**HOW TO COMPLETE THIS TASK**
Please state how many lines of the records hold the string "AXES", giving nothing but the number.

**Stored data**
┏━━
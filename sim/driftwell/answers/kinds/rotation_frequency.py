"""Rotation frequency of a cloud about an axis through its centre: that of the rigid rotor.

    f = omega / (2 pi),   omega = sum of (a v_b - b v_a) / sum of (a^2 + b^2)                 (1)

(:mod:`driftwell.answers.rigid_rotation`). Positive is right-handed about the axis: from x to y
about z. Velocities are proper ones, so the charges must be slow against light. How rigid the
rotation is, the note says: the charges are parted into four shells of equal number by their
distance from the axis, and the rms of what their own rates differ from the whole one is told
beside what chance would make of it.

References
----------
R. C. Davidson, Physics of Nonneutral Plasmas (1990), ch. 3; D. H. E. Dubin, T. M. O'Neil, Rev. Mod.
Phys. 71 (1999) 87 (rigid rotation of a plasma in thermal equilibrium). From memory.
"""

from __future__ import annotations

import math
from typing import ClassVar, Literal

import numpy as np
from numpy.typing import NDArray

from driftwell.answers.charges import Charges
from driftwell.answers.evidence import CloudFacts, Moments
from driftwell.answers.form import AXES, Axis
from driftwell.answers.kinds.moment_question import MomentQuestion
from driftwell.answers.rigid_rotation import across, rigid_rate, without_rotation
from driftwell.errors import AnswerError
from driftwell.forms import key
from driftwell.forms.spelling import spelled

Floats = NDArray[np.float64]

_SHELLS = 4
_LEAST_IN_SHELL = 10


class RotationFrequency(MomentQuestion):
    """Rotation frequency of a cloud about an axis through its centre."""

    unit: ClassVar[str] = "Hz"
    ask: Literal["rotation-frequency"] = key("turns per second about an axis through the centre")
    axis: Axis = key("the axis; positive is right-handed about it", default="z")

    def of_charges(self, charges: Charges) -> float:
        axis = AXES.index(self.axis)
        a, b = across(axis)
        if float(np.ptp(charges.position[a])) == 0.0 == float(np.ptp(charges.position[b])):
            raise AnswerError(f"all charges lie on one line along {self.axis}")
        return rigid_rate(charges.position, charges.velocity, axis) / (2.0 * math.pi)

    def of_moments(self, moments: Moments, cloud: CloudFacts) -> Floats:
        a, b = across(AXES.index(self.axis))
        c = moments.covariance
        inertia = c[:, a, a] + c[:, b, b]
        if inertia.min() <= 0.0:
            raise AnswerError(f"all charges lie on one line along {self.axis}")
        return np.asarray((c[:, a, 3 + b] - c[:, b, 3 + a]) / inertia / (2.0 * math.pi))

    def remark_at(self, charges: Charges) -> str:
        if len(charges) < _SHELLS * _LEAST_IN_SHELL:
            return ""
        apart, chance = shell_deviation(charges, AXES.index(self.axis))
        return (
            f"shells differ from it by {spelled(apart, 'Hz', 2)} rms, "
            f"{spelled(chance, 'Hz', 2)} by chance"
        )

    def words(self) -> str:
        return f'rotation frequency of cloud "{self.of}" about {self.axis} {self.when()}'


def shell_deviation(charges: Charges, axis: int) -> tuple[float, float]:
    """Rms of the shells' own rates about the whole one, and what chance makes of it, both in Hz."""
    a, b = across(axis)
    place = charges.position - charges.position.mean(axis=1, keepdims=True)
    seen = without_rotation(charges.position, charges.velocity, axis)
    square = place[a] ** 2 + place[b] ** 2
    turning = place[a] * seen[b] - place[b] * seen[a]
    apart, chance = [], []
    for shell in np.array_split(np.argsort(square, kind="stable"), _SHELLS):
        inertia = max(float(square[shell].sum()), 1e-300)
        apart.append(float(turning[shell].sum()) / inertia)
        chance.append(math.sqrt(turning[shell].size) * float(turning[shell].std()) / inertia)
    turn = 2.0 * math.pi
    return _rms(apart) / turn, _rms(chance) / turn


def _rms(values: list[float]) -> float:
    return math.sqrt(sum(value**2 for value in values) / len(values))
┗━━
┏━━
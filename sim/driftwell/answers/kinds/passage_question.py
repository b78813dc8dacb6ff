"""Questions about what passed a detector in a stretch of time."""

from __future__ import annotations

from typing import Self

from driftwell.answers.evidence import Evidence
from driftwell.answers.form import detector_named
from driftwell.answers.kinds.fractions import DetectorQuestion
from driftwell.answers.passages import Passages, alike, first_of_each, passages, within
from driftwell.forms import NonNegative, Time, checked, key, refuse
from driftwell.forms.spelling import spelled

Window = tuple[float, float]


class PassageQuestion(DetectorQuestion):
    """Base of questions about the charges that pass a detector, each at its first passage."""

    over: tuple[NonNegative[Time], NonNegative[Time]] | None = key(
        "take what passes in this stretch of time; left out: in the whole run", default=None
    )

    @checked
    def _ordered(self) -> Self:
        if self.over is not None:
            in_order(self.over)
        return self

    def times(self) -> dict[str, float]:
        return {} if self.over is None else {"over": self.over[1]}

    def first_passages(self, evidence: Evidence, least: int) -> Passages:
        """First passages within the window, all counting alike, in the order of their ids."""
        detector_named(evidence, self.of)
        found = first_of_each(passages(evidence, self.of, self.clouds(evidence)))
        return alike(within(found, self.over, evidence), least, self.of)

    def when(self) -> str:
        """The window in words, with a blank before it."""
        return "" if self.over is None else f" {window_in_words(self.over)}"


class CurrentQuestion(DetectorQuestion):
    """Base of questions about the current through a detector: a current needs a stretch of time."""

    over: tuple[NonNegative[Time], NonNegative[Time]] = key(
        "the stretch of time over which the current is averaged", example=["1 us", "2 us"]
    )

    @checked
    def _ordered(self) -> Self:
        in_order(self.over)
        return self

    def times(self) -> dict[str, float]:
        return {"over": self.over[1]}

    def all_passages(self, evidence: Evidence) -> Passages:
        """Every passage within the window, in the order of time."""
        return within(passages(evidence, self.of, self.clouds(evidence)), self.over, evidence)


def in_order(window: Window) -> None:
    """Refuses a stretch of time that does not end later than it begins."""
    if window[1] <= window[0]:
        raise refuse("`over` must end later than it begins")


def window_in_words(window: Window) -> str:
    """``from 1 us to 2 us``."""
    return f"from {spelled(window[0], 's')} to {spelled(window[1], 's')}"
┗━━
**RESPONSE TO THE EXERCISE**
4